黎岸生聽出來她這句長長的話裡唯一的重點,“是你阿姨給我說的.”

“是嘛,既然如此您也別多說什麼,過去了就過去了,我只是怕您對復家有什麼目中無人的成見。

我昨晚見了復遙岑,他完全沒那個有意冒犯的意思。

他的不合適,具體是覺得我以後會從事新聞行業,他個人有點不方便,這事他早就說了,只是你和我都沒聽到,不然我沒必要白跑這一趟.”

黎岸生沉默稍許,說:“好,我知道了.”

大概是為了安撫她不爽的情緒,他又提起了後面的婚事,“如果其他人你不滿意,也不著急,總要找個你滿意的。

後面沒合適的你就留在北市工作就好了,都一樣,不一定要找個人結婚,你想從事新聞行業,說其實確實有許多人家忌憚的.”

黎陽語氣緩和下來,淡淡道:“行,等我回家再跟您詳談。

凝凝找我了,先掛了?”

韶凝安靜地倒在沙發裡,從手機螢幕抬起眼瞥了下走過來倒在對面單人沙發裡發呆的女人。

“怎麼說?這事是你後媽從中作梗?”

黎陽哼笑:“挺意外吧?她膽子這麼大.”

“對啊,安如佩什麼意思啊?”

韶凝蹙眉,“她背地裡想攪黃你的婚事呢?”

“也不算她攪黃,取消確實是復家提出來的,不過她省了句理由沒有告訴我爸爸,因此我爸很明顯對復家有意見了,只是他不願意去問.”

她看韶凝,“你知道,我爸不過問的話,就更不會去挽回這樁婚事.”

韶凝深吸口氣:“安如佩其心可誅啊!她吃準了你爸爸的性子,所以她不想你和復家聯姻是吧?”

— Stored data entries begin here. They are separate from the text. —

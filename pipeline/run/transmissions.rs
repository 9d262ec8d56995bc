//! The image stage over a study: every analysed capture is read, registered
//! to its eye's reference capture (the eye's earliest capture), its
//! vessel segments are mapped into it and profiled. A capture that cannot
//! be read or registered keeps its row with the reason; the others go on.

use std::collections::BTreeMap;
use std::path::Path;

use anyhow::Result;
use rayon::prelude::*;

use crate::config::diag::Findings;
use crate::config::segments::{load_segments, Segment};
use crate::config::study::{BandResponse, Study};
use crate::images::ingest::{read_capture, Multiband};
use crate::images::profile::{analyse_segment, ProfileSettings};
use crate::images::register::{register, Registration};
use crate::run::epochs::EpochTables;
use crate::tables::Table;

/// Lowest match score at which a capture counts as registered.
pub const MIN_REGISTRATION_SCORE: f64 = 0.8;

#[derive(Debug, Clone)]
pub struct PositionRow {
    pub capture_index: usize,
    pub segment: String,
    pub kind: &'static str,
    pub position: usize,
    pub along_px: f64,
    pub diameter_um: f64,
    pub flags: String,
    pub transmission: Vec<f64>,
}

#[derive(Debug, Clone)]
pub struct ImageStatus {
    pub status: String,
    pub message: Option<String>,
    pub registration: Option<Registration>,
}

pub struct ImageTables {
    pub positions: Vec<PositionRow>,
    /// One per capture row of the epoch table.
    pub status: Vec<ImageStatus>,
}

/// The band used for registration and widths: the one nearest 570 nm
/// (isosbestic, good vessel contrast in every vessel).
pub fn width_band(study: &Study) -> usize {
    let centre = |r: &BandResponse| match r {
        BandResponse::Gaussian { centre_nm, .. } => *centre_nm,
        BandResponse::Table { points, .. } => points.iter().map(|p| p.0 * p.1).sum::<f64>() / points.iter().map(|p| p.1).sum::<f64>(),
    };
    (0..study.instrument.bands.len()).min_by(|a, b| (centre(&study.instrument.bands[*a].response) - 570.0).abs().total_cmp(&(centre(&study.instrument.bands[*b].response) - 570.0).abs())).unwrap_or(0)
}

pub fn build(study: &Study, epochs: &EpochTables) -> ImageTables {
    let nb = study.instrument.bands.len();
    let wb = width_band(study);
    let settings = ProfileSettings { half_length_px: (220.0 / study.instrument.pixel_size_um).max(8.0) + 4.0, ..ProfileSettings::default() };
    // Capture files and segment lists per (subject, session, eye).
    let mut files: Vec<std::path::PathBuf> = Vec::with_capacity(epochs.captures.len());
    let mut groups: BTreeMap<(String, String, String), Vec<usize>> = BTreeMap::new();
    let mut segments: BTreeMap<(String, String, String), Vec<Segment>> = BTreeMap::new();
    for subj in &study.subjects {
        for sess in &subj.sessions {
            for (eye, p) in &sess.segments {
                let segs = load_segments(p, *eye, &mut Findings::new()).unwrap_or_default();
                segments.insert((subj.id.clone(), sess.id.clone(), eye.as_str().to_string()), segs);
            }
        }
    }
    for (i, row) in epochs.captures.iter().enumerate() {
        let sess = study.subjects.iter().find(|s| s.id == row.subject).and_then(|s| s.sessions.iter().find(|x| x.id == row.session));
        let path = sess.and_then(|s| s.captures.iter().find(|c| c.listed == row.capture)).map(|c| c.path.clone()).unwrap_or_default();
        files.push(path);
        groups.entry((row.subject.clone(), row.session.clone(), row.eye.clone())).or_default().push(i);
    }
    let mut status: Vec<ImageStatus> = (0..epochs.captures.len()).map(|_| ImageStatus { status: "not-analysed".into(), message: None, registration: None }).collect();
    let mut positions = Vec::new();
    for (key, idx) in &groups {
        let segs = segments.get(key).cloned().unwrap_or_default();
        let analysed: Vec<usize> = idx.iter().copied().filter(|i| matches!(epochs.captures[*i].status.as_str(), "steady" | "settling")).collect();
        for i in idx {
            if !analysed.contains(i) {
                status[*i].message = Some(format!("status `{}`", epochs.captures[*i].status));
            }
        }
        // The eye's reference capture: its earliest listed capture.
        let Some(&ref_i) = idx.first() else { continue };
        let reference = match read_capture(&files[ref_i], nb, None) {
            Ok(r) => r,
            Err(e) => {
                for i in &analysed {
                    status[*i] = ImageStatus { status: "error".into(), message: Some(format!("reference capture: {e}")), registration: None };
                }
                continue;
            }
        };
        let results: Vec<(usize, ImageStatus, Vec<PositionRow>)> = analysed
            .par_iter()
            .map(|&i| {
                let (st, rows) = analyse_capture(i, i == ref_i, &files[i], &reference, &segs, nb, wb, &settings, study.instrument.pixel_size_um);
                (i, st, rows)
            })
            .collect();
        for (i, st, rows) in results {
            status[i] = st;
            positions.extend(rows);
        }
    }
    ImageTables { positions, status }
}

#[allow(clippy::too_many_arguments)]
fn analyse_capture(i: usize, is_reference: bool, file: &Path, reference: &Multiband, segs: &[Segment], nb: usize, wb: usize, st: &ProfileSettings, px_um: f64) -> (ImageStatus, Vec<PositionRow>) {
    let img = match read_capture(file, nb, Some((reference.width, reference.height))) {
        Ok(m) => m,
        Err(e) => return (ImageStatus { status: "error".into(), message: Some(e.to_string()), registration: None }, vec![]),
    };
    // The reference capture defines the eye's coordinates: identity.
    let reg = if is_reference {
        Registration { dx: 0.0, dy: 0.0, angle_deg: 0.0, score: 1.0 }
    } else {
        register(&reference.bands[wb], &img.bands[wb], img.width, img.height, 2.0)
    };
    if reg.score < MIN_REGISTRATION_SCORE {
        let msg = format!("match score {:.3} below {MIN_REGISTRATION_SCORE}", reg.score);
        return (ImageStatus { status: "not-registered".into(), message: Some(msg), registration: Some(reg) }, vec![]);
    }
    let (cx, cy) = (img.width as f64 / 2.0, img.height as f64 / 2.0);
    let lines: Vec<Vec<(f64, f64)>> = segs.iter().map(|s| s.points.iter().map(|p| reg.apply(*p, cx, cy)).collect()).collect();
    let mut rows = Vec::new();
    for (k, seg) in segs.iter().enumerate() {
        let others: Vec<Vec<(f64, f64)>> = lines.iter().enumerate().filter(|(j, _)| *j != k).map(|(_, l)| l.clone()).collect();
        for r in analyse_segment(&img, &lines[k], &others, wb, st) {
            rows.push(PositionRow {
                capture_index: i,
                segment: seg.id.clone(),
                kind: seg.kind.as_str(),
                position: r.position,
                along_px: r.along_px,
                diameter_um: r.diameter_px * px_um,
                flags: r.flags.iter().map(|f| f.as_str()).collect::<Vec<_>>().join(";"),
                transmission: r.transmission,
            });
        }
    }
    (ImageStatus { status: "ok".into(), message: None, registration: Some(reg) }, rows)
}

impl ImageTables {
    pub fn write(&self, out: &Path, study: &Study, epochs: &EpochTables) -> Result<()> {
        let dir = out.join("transmissions");
        let c = &epochs.captures;
        let p = &self.positions;
        let mut t = Table::new();
        t.text("subject", p.iter().map(|r| &c[r.capture_index].subject))
            .text("session", p.iter().map(|r| &c[r.capture_index].session))
            .text("eye", p.iter().map(|r| &c[r.capture_index].eye))
            .text("capture", p.iter().map(|r| &c[r.capture_index].capture))
            .text("segment", p.iter().map(|r| &r.segment))
            .text("kind", p.iter().map(|r| r.kind))
            .int("position", p.iter().map(|r| r.position as i64))
            .real("along_px", p.iter().map(|r| r.along_px))
            .real("diameter_um", p.iter().map(|r| r.diameter_um))
            .text("flags", p.iter().map(|r| &r.flags));
        for (b, band) in study.instrument.bands.iter().enumerate() {
            t.real(&format!("t_{}", band.name), p.iter().map(|r| r.transmission[b]));
        }
        t.write(&dir, "positions")?;
        let s = &self.status;
        let mut t = Table::new();
        t.text("subject", c.iter().map(|r| &r.subject))
            .text("session", c.iter().map(|r| &r.session))
            .text("eye", c.iter().map(|r| &r.eye))
            .text("capture", c.iter().map(|r| &r.capture))
            .text("image_status", s.iter().map(|r| &r.status))
            .opt_text("message", s.iter().map(|r| r.message.clone()))
            .opt_real("dx_px", s.iter().map(|r| r.registration.map(|g| g.dx)))
            .opt_real("dy_px", s.iter().map(|r| r.registration.map(|g| g.dy)))
            .opt_real("angle_deg", s.iter().map(|r| r.registration.map(|g| g.angle_deg)))
            .opt_real("match_score", s.iter().map(|r| r.registration.map(|g| g.score)));
        t.write(&dir, "captures")?;
        Ok(())
    }
}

她哼笑,“這女人不想你過好,她希望你過你不喜歡的日子,從事你不喜歡的工作。

平日表面上把你捧上天去,張口閉口‘我們黎家的長公主’,實際上在盼望著你爬得高高的再狠狠摔,事事不如意.”

黎陽無所謂,她都知道。

“沒事,我爸會找她的。

我們晚餐吃什麼?”

韶凝把手機螢幕轉給她看:“錫城有條穿城而過的牡丹河,河邊很多老餐廳,去走走.”

“牡丹河.”

黎陽瞥了眼手機裡那還不錯的景色。

韶凝:“牡丹母單,去的都是想豔遇的,是條脫單路。

網上都這麼說.”

“……”黎陽粲然一笑,“我怎麼覺得,去了是一輩子單著的意思啊.”

“……”

韶凝吃驚,“那我可不去啊,換地方換地方.”

黎陽已經起身準備去換衣服:“換什麼,我餓死了,再說你沒談過嗎?你和那個詞有什麼瓜葛?”

“……”韶凝一本正經道,“我真沒談過,你又說我那個八百年前年少時期的網上暗戀?”

黎陽笑而不語。

韶凝說她那會兒都沒見過人家的照片,不算暗戀,她最多隻是戀人家的才華。

等黎陽換衣服回來,韶凝坐在化妝櫃前繼續給自己易容,對著鏡子問她:“既然你覺得一輩子單身你還去?”

黎陽靠在身後牆上,懶倦道:“我是覺得,搞不了復遙岑我大機率是得一輩子單身了.”

韶凝聞言不免挑眉:“為什麼?你家裡還允許你不結婚?”

黎陽漫不經心地把黎岸生最後一句話複述給她聽,最後接了句自己的話:“他同意,可我不想在北市,你說我在北市做什麼呢?家裡不想回,在北市從事的也是我不喜歡的工作,我也沒那個心思把公司當家,那我在北市做什麼?才22歲,難不成我要從此孤獨寂寞地終老.”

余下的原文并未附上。